What is being asked: Starting with the first line and ending with the one that holds "Every record judges", retype the entries exactly.

The records:

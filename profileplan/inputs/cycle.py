"""What the machine is to do: the records of a cycle file.

Positions are in axis units (mm or deg), times in s, speeds in mm/s along the linear axes.
Every record judges its own values when it is made and raises `InputError`; the places are key
paths as in a cycle file, relative to the record. Steps and points are counted from 1.
"""

from __future__ import annotations

from dataclasses import KW_ONLY, dataclass, field
from types import MappingProxyType
from typing import TYPE_CHECKING, ClassVar, Literal, TypeAlias

from profileplan.inputs.machine import judge_footprint
from profileplan.inputs.patterns import Free, Part, Written
from profileplan.inputs.rules import (
    DURATION,
    EXTENT,
    LEAD,
    LIMIT,
    MASS,
    PAUSE,
    POSITION,
    SCALE,
    Judge,
    Outline,
    Positions,
    join,
    shown,
)

if TYPE_CHECKING:
    from collections.abc import Mapping
    from pathlib import Path

LawName: TypeAlias = Literal["trapezoidal", "quintic"]
LAW_NAMES: tuple[LawName, ...] = ("trapezoidal", "quintic")

Arrival: TypeAlias = Literal["together", "earliest"]
ARRIVALS: tuple[Arrival, ...] = ("together", "earliest")

Across: TypeAlias = Literal["line", "axes"]
ACROSS: tuple[Across, ...] = ("line", "axes")
Order: TypeAlias = Literal["drawn", "shortest"]
ORDERS: tuple[Order, ...] = ("drawn", "shortest")


@dataclass(frozen=True)
class Move:
    """Each axis goes to its place by its own law.

    Parameters
    ----------
    to : mapping
        Axis name → position [mm or deg]; axes not named stay.
    law : str, optional
        None: as the cycle says.
    arrival : {"together", "earliest"}
        Whether the axes arrive at the same time, or each as soon as it can.
    time : float, optional
        Duration asked for [s]; None: the least.
    name : str, optional
        What reports call the step.
    """

    kind: ClassVar[str] = "move"
    to: Positions
    _: KW_ONLY
    law: LawName | None = None
    arrival: Arrival = "together"
    time: float | None = None
    name: str | None = None

    def __post_init__(self) -> None:
        judge = _judge_step(self.name, law=self.law, time=self.time)
        object.__setattr__(self, "to", judge.positions(self.kind, self.to))
        judge.choice("arrival", self.arrival, ARRIVALS)
        if self.arrival == "earliest" and self.time is not None:
            judge.note("arrival", '"earliest" lets no axis take the time asked for; leave one out')
        judge.finish()


@dataclass(frozen=True)
class Line:
    """All axes go to a place along a straight line in space.

    Parameters
    ----------
    to : mapping
        Axis name → position [mm or deg]; axes not named stay.
    speed : float, optional
        Highest speed along the linear axes [mm/s].
    law, time, name : optional
        As for a move.
    """

    kind: ClassVar[str] = "line"
    to: Positions
    _: KW_ONLY
    speed: float | None = None
    law: LawName | None = None
    time: float | None = None
    name: str | None = None

    def __post_init__(self) -> None:
        judge = _judge_step(self.name, law=self.law, time=self.time)
        object.__setattr__(self, "to", judge.positions(self.kind, self.to))
        judge.optional("speed", self.speed, LIMIT, "mm/s")
        judge.finish()


@dataclass(frozen=True)
class Wait:
    """Nothing moves for `seconds`."""

    kind: ClassVar[str] = "wait"
    seconds: float
    name: str | None = None

    def __post_init__(self) -> None:
        judge = _judge_step(self.name)
        judge.number("wait", self.seconds, PAUSE, "s")
        judge.finish()


@dataclass(frozen=True)
class Signal:
    """Digital outputs take new states.

    Parameters
    ----------
    states : mapping
        Name of the output → its new state.
    lead : float
        How long before arrival they switch [s]; negative: after it.
    name : str, optional
        What reports call the step.
    """

    kind: ClassVar[str] = "signal"
    states: Mapping[str, bool]
    lead: float = 0.0
    name: str | None = None

    def __post_init__(self) -> None:
        judge = _judge_step(self.name)
        if not self.states:
            judge.note("signal", "names no output; at least one with true or false is needed")
        for output, state in self.states.items():
            judge.column(join("signal", output), output)
            judge.boolean(join("signal", output), state)
        object.__setattr__(self, "states", MappingProxyType(dict(self.states)))
        judge.number("lead", self.lead, LEAD, "s")
        judge.finish()


@dataclass(frozen=True)
class Payload:
    """What hangs at the tool from here on.

    Parameters
    ----------
    mass : float
        Mass [kg].
    radius, outline : optional
        Its footprint around the tool point [mm]; they exclude each other.
    below : float
        How far it reaches below the tool point [mm].
    name : str, optional
        What reports call the step.
    """

    kind: ClassVar[str] = "payload"
    mass: float = 0.0
    _: KW_ONLY
    radius: float | None = None
    outline: Outline | None = None
    below: float = 0.0
    name: str | None = None

    def __post_init__(self) -> None:
        judge = _judge_step(self.name)
        judge.number("payload.mass", self.mass, MASS, "kg")
        outline = judge_footprint(judge, self.kind, self.radius, self.outline)
        object.__setattr__(self, "outline", outline)
        judge.number("payload.below", self.below, EXTENT, "mm")
        judge.finish()


@dataclass(frozen=True)
class Waypoint:
    """One point of a path.

    Parameters
    ----------
    to : mapping
        Axis name → position [mm or deg]; axes not named stay.
    speed : float, optional
        Highest speed on the way to this point [mm/s].
    wait : float
        How long the motion stops here [s].
    tolerance : float, optional
        How near the motion passes [mm], at most as the path's own; 0: it stops here. None: as the
        path's own.
    name : str, optional
        What reports call the point.
    line : int, optional
        The line of the waypoint file it stands in.
    """

    to: Positions
    _: KW_ONLY
    speed: float | None = None
    wait: float = 0.0
    tolerance: float | None = None
    name: str | None = None
    line: int | None = field(default=None, compare=False)

    def __post_init__(self) -> None:
        judge = Judge()
        object.__setattr__(self, "to", judge.positions("", self.to))
        judge.optional("speed", self.speed, LIMIT, "mm/s")
        judge.number("wait", self.wait, PAUSE, "s")
        judge.optional("tolerance", self.tolerance, EXTENT, "mm")
        judge.optional_name("name", self.name)
        judge.finish()


@dataclass(frozen=True)
class PathStep:
    """Through points without stopping, the corners rounded within the tolerance.

    Parameters
    ----------
    points : tuple of Waypoint
        At least one.
    file : Path, optional
        The waypoint file they came from.
    tolerance : float
        Farthest distance between motion and path, both ways [mm]; 0: stop at every point.
    angle_tolerance : float
        The same for rotary axes [deg].
    speed : float, optional
        Highest speed along the linear axes [mm/s].
    time : float, optional
        Duration asked for [s]; None: the least.
    law, name : optional
        As for a move.
    """

    kind: ClassVar[str] = "path"
    points: tuple[Waypoint, ...]
    _: KW_ONLY
    file: Path | None = None
    tolerance: float = 0.0
    angle_tolerance: float = 0.5
    speed: float | None = None
    time: float | None = None
    law: LawName | None = None
    name: str | None = None

    def __post_init__(self) -> None:
        judge = _judge_step(self.name, law=self.law, time=self.time)
        points = judge.records("path", self.points, (Waypoint,))
        object.__setattr__(self, "points", points)
        if not points and not judge.faults:
            judge.note("path", "no points; at least one is needed")
        judge.number("tolerance", self.tolerance, EXTENT, "mm")
        judge.number("angle_tolerance", self.angle_tolerance, EXTENT, "deg")
        judge.optional("speed", self.speed, LIMIT, "mm/s")
        judge.finish()
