PROBLEMS: dict[str, tuple[Points, float, pp.Machine]] = {
    "corners": (STEPPED, 2.0, PORTAL),
    "fine": (STEPPED, 1e-3, PORTAL),
    "spike": (((0, 0), (100, 0), (0, 0)), 2.0, PORTAL),
    "hairpin": (((0, 0), (300, 0), (300, 1), (0, 1)), 5.0, PORTAL),
    "narrow hairpin": (((0, 0), (300, 0), (0, 1)), 5.0, PORTAL),
    "back on the line": (((0, 0), (100, 0), (50, 0), (80, 0)), 2.0, PORTAL),
    "back beside the line": (((0, 0), (100, 0), (50, 0.5), (80, 0)), 2.0, PORTAL),
    "to and fro": (((0, 0), (100, 0), (0, 0), (100, 0)), 2.0, PORTAL),
    "a little back": (((0, 0), (100, 0), (99, 0), (199, 0)), 5.0, PORTAL),
    "wide": (STEPPED, 60.0, PORTAL),
    "no jerk limit": (STEPPED, 2.0, machine([2000, 1500], [12000, 9000], None)),
    "one jerk limit": (STEPPED, 2.0, machine([2000, 1500], [12000, 9000], [None, 150000])),
}
for name, factor in {"slow to stop": 0.3, "quick to stop": 3.0}.items():
    own = machine([2000, 1500], [12000, 9000], [200000, 150000], slowing=factor)
    PROBLEMS[name] = (STEPPED, 2.0, own)
    own = machine([2000, 1500], [12000, 9000], None, slowing=factor)
    PROBLEMS[f"{name}, no jerk limit"] = (STEPPED, 2.0, own)


@pytest.mark.parametrize("name", PROBLEMS)
def test_a_path_is_right_and_no_slower_than_stopping(name: str) -> None:
    """Every finding is met, an independent one too, and the tolerance has gained something."""
    points, tolerance, of = PROBLEMS[name]
    plan = planned(points, tolerance, of)
    assert failures(plan) == []
    assert_within(plan, points, tolerance)
    assert plan.duration < planned(points, 0.0, of).duration
    least = plan.steps[0].least_time
    assert least is not None
    assert 0 < least <= plan.duration


def test_a_thin_tube_is_passed_by_axes_with_and_without_jerk_limit() -> None:
    """On straight parts both must move alike: the one without limit as smoothly as the other."""
    of = machine([1000, 1000], [5000, 5000], [100000, None])
    points = ((0, 0), (300, 200), (600, 0))
    plan = planned(points, 0.05, of)
    assert plan.notes == ()
    assert plan.duration < planned(points, 0.0, of).duration
    assert failures(plan) == []


def test_points_that_repeat_change_nothing() -> None:
    """A list of points often has its corners twice."""
    points = ((0, 0), (0, 0), (100, 0), (100, 0), (100, 100), (100, 100))
    plan = planned(points)
    assert failures(plan) == []
    assert_allclose(plan.duration, planned(((0, 0), (100, 0), (100, 100))).duration, rtol=1e-12)


def test_the_motion_stays_in_the_travel() -> None:
    """A path along the end of the travel: only one side of its tube can be used."""
    axes = tuple(replace(axis, travel=(0.0, 2000.0)) for axis in PORTAL.axes)
    of = replace(PORTAL, axes=axes)
    plan = planned(((0, 0), (0, 500), (500, 500)), 20.0, of)
    assert failures(plan) == []


# Never more time for more room


def raised(axis: int, quantity: str, factor: float) -> pp.Machine:
    """Return the portal with one limit of one axis raised, and all others kept."""
    axes = [replace(own, deceleration=own.acceleration) for own in PORTAL.axes]
    limits = axes[axis].limits._asdict()
    axes[axis] = replace(axes[axis], **{quantity: factor * limits[quantity]})
    return replace(PORTAL, axes=tuple(axes))


@pytest.mark.parametrize(("axis", "factor"), [(0, 1.1), (1, 3.0)])
@pytest.mark.parametrize("quantity", ["velocity", "acceleration", "deceleration", "jerk"])
def test_a_higher_limit_never_takes_longer(axis: int, quantity: str, factor: float) -> None:
    """What was possible before is possible still."""
    of = raised(axis, quantity, factor)
    assert planned(of=of).duration <= planned().duration * (1 + GAP)


def test_more_tolerance_never_takes_longer() -> None:
    """Also over five decades, from nearly exact stops to nearly free axes."""
    tolerances = [1e-3, 0.1, 1.0, 2.0, 6.0, 60.0]
    durations = [planned(STEPPED, tolerance).duration for tolerance in tolerances]
    assert (np.diff(durations) <= GAP * np.array(durations[:-1])).all(), durations


def test_a_higher_speed_never_takes_longer() -> None:
    """Down from no limit at all."""
    durations = [planned(speed=speed).duration for speed in (100.0, 400.0, 900.0, None)]
    assert (np.diff(durations) <= GAP * np.array(durations[:-1])).all(), durations


# The same problem from another side


def test_a_reversed_path_takes_as_long() -> None:
    """With limits that are the same both ways, time may run backward."""
    assert_allclose(planned(STEPPED[::-1]).duration, planned().duration, rtol=GAP)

Answer space:
filename profileplan/inputs/cycle.py
"""What the machine is to do: the records of a cycle file.

Positions are in axis units (mm or deg), times in s, speeds in mm/s along the linear axes.
Every record judges its own values when it is made and raises `InputError`; the places are key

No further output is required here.